Redknapp holds fire on Saints decision
Harry Redknapp will hold talks with under-fire Southampton chairman Rupert Lowe before deciding whether to retire from football – or try to bring the Saints back up to the Barclays Premiership.
Having arrived in mid-December to a club in turmoil, Redknapp was unable to prevent Southampton's slide into the Championship.
Indeed, despite clawing their way to potential safety for more than an hour of yesterday’s dramatic final day, they eventually lost 2-1 to Manchester United and finished bottom.
Redknapp revealed: “I’ll have a short break and then chat with the chairman and decide what we’re going to do. If I didn’t stay here, I would finish in the game completely. I’d never get a better job than this, even if I took time out. It’s a good club with good people.
“Last time, I had two weeks out of football but I got upset with things that were being said. I knew what I’d done at Portsmouth and I got hurt by that.
“Then this offer came up and I took it. But if I left here, I wouldn’t come back again, for sure.”
After goals by Ruud van Nistelrooy and Darren Fletcher had confirmed Southampton’s fate, Redknapp added: “Jim Smith just said to me ’I’ve never seen anybody in my whole career take it as badly as you do’.
“I think that’s a problem. It isn’t good for anyone around you, it affects me badly. You can’t get as low as I get with it at times, or care as much as I do. It’s not healthy to do it. But it’s the way you are and you can’t change that.”
Having said that, Redknapp appreciates there is a challenge ahead in attempting to bring the club straight back up and he also believes there must start to be some managerial stability at the club.
Indeed, the fans’ anger was turned on Lowe at the final whistle, with thousands chanting for him to go, having appointed eight coaches in seven years.
Redknapp backed Lowe as a “nice man” but accepted that “they have had a lot of managers here and they’ve gathered too many players”.
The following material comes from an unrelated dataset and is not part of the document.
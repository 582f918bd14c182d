"""The desktop window: PySide6 views over the Qt-free core. Nothing here decides about dates."""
The former West Ham boss, who revealed that Lowe almost appointed him before he went to Portsmouth, added: “I’ve never seen so many players in my life at a club. They’re everywhere but short of quality and I don’t know where half of them have come from.”
Many of the peripheral figures will now leave, while others, such as Peter Crouch, Kevin Phillips, Antti Niemi and Nigel Quashie, may have to be sacrificed to balance the books.
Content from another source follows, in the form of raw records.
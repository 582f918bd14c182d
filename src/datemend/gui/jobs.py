"""Long work off the GUI thread: a Job runs ``fn(progress)`` in a QThread and reports back.

The work itself is a plain core function taking a ``core.progress.Progress``; the Job only moves
its progress and its outcome to the GUI thread. No Python signal is emitted from the worker: it
only leaves its latest progress under a lock, which a timer on the GUI thread passes on (at most
20 times a second), so connecting to a Job while it runs is safe. The outcome signals are emitted
after the thread has finished, so whoever waits on them never sees a thread still running.

Signals of Job:
    progressed(int, int, str): done, total, text (from the work's Progress.report).
    succeeded(object): the work's return value.
    failed(object): the exception the work raised (not Cancelled).
    cancelled(): the work stopped because cancel() was called.
    ended(): after any of the three above.
"""

from __future__ import annotations

import threading
import weakref
from collections.abc import Callable
from typing import Any

from PySide6.QtCore import QObject, QThread, QTimer, Signal
from PySide6.QtWidgets import QHBoxLayout, QLabel, QProgressBar, QPushButton, QWidget

from ..core.progress import Cancelled, Progress

__all__ = ["Job", "JobBar", "live_threads", "running_jobs"]

_RUNNING: set[Job] = set()
_THREADS: weakref.WeakSet[QThread] = weakref.WeakSet()


def running_jobs() -> list[Job]:
    """Jobs whose thread has started and whose outcome has not yet been delivered."""
    return list(_RUNNING)


def live_threads() -> list[QThread]:
    """Job threads still running (a test fails if it leaves one)."""
    return [t for t in list(_THREADS) if t.isRunning()]


class _Thread(QThread):
    def __init__(self, fn: Callable[[Progress], Any], progress: Progress) -> None:
        super().__init__()
        self.fn = fn
        self.progress = progress
        self.result: Any = None
        self.error: BaseException | None = None

    def run(self) -> None:
        try:
            self.result = self.fn(self.progress)
        except BaseException as err:  # delivered to the GUI thread, never lost
            self.error = err


class Job(QObject):
    """One piece of long work; see the module docstring for the signals."""

    progressed = Signal(int, int, str)
    succeeded = Signal(object)
    failed = Signal(object)
    cancelled = Signal()
    ended = Signal()

    def __init__(self, title: str, fn: Callable[[Progress], Any], parent: QObject | None = None):
        super().__init__(parent)
        self.title = title
        self.progress = Progress(self._report)
        self._lock = threading.Lock()
        self._latest: tuple[int, int, str] | None = None
        self._poll = QTimer(self)
        self._poll.setInterval(50)
        self._poll.timeout.connect(self._flush)
        self._thread = _Thread(fn, self.progress)
        _THREADS.add(self._thread)
        self._thread.finished.connect(self._deliver)

    def _report(self, done: int, total: int, text: str) -> None:
        # Runs on the worker thread: store only; the GUI thread's timer passes it on.
        with self._lock:
            self._latest = (int(done), int(total), str(text))

    def _flush(self) -> None:
        with self._lock:
            latest, self._latest = self._latest, None
        if latest is not None:
            self.progressed.emit(*latest)

    def start(self) -> None:
        _RUNNING.add(self)
        self._poll.start()
        self._thread.start()

    def cancel(self) -> None:
        """Ask the work to stop; it stops at its next progress report."""
        self.progress.cancel()

    def is_running(self) -> bool:
        return self in _RUNNING

    def wait(self, ms: int = 30_000) -> bool:
        """Block until the thread ends (used when the window closes)."""
        return self._thread.wait(ms)

    def _deliver(self) -> None:
        self._poll.stop()
        self._flush()
        _RUNNING.discard(self)
        err = self._thread.error
        if isinstance(err, Cancelled):
            self.cancelled.emit()
        elif err is not None:
            self.failed.emit(err)
        else:
            self.succeeded.emit(self._thread.result)
        self.ended.emit()


class JobBar(QWidget):
    """The status-bar strip for the running job: its title, a progress bar and a Stop button."""

    def __init__(self, parent: QWidget | None = None) -> None:
        super().__init__(parent)
        self.label = QLabel()
        self.bar = QProgressBar()
        self.bar.setMaximumWidth(220)
        self.bar.setTextVisible(True)
        self.stop = QPushButton("&Stop")
        self.stop.setToolTip("Stop the running work (Esc). Nothing is changed by stopped work.")
        lay = QHBoxLayout(self)
        lay.setContentsMargins(0, 0, 0, 0)
        lay.addWidget(self.label)
        lay.addWidget(self.bar)
        lay.addWidget(self.stop)
        self.job: Job | None = None
        self.stop.clicked.connect(self._stop)
        self.hide()

    def attach(self, job: Job) -> None:
        self.job = job
        self.label.setText(job.title)
        self.bar.setRange(0, 0)
        self.stop.setEnabled(True)
        job.progressed.connect(self._progress)
        job.ended.connect(self._ended)
        self.show()

    def _progress(self, done: int, total: int, text: str) -> None:
        if total > 0:
            self.bar.setRange(0, total)
            self.bar.setValue(min(done, total))
        if text:
            self.label.setText(f"{self.job.title if self.job else ''} — {text}")

    def _stop(self) -> None:
        if self.job is not None:
            self.stop.setEnabled(False)
            self.label.setText("Stopping…")
            self.job.cancel()

    def _ended(self) -> None:
        self.job = None
        self.hide()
It had all looked so different at 3.10pm, when Southampton seized the lead through an own goal by John O’Shea after Graeme Le Saux’s cross had flicked past Roy Carroll and off Danny Higginbotham.
Even when Fletcher equalised with a header from O’Shea’s cross nine minutes later, Saints were still safe as Norwich were losing and West Brom were drawing.
However, their fortunes turned as West Brom went ahead against South Coast rivals Portsmouth, while van Nistelrooy headed home Alan Smith’s cross to put United 2-1 up at St Mary’s.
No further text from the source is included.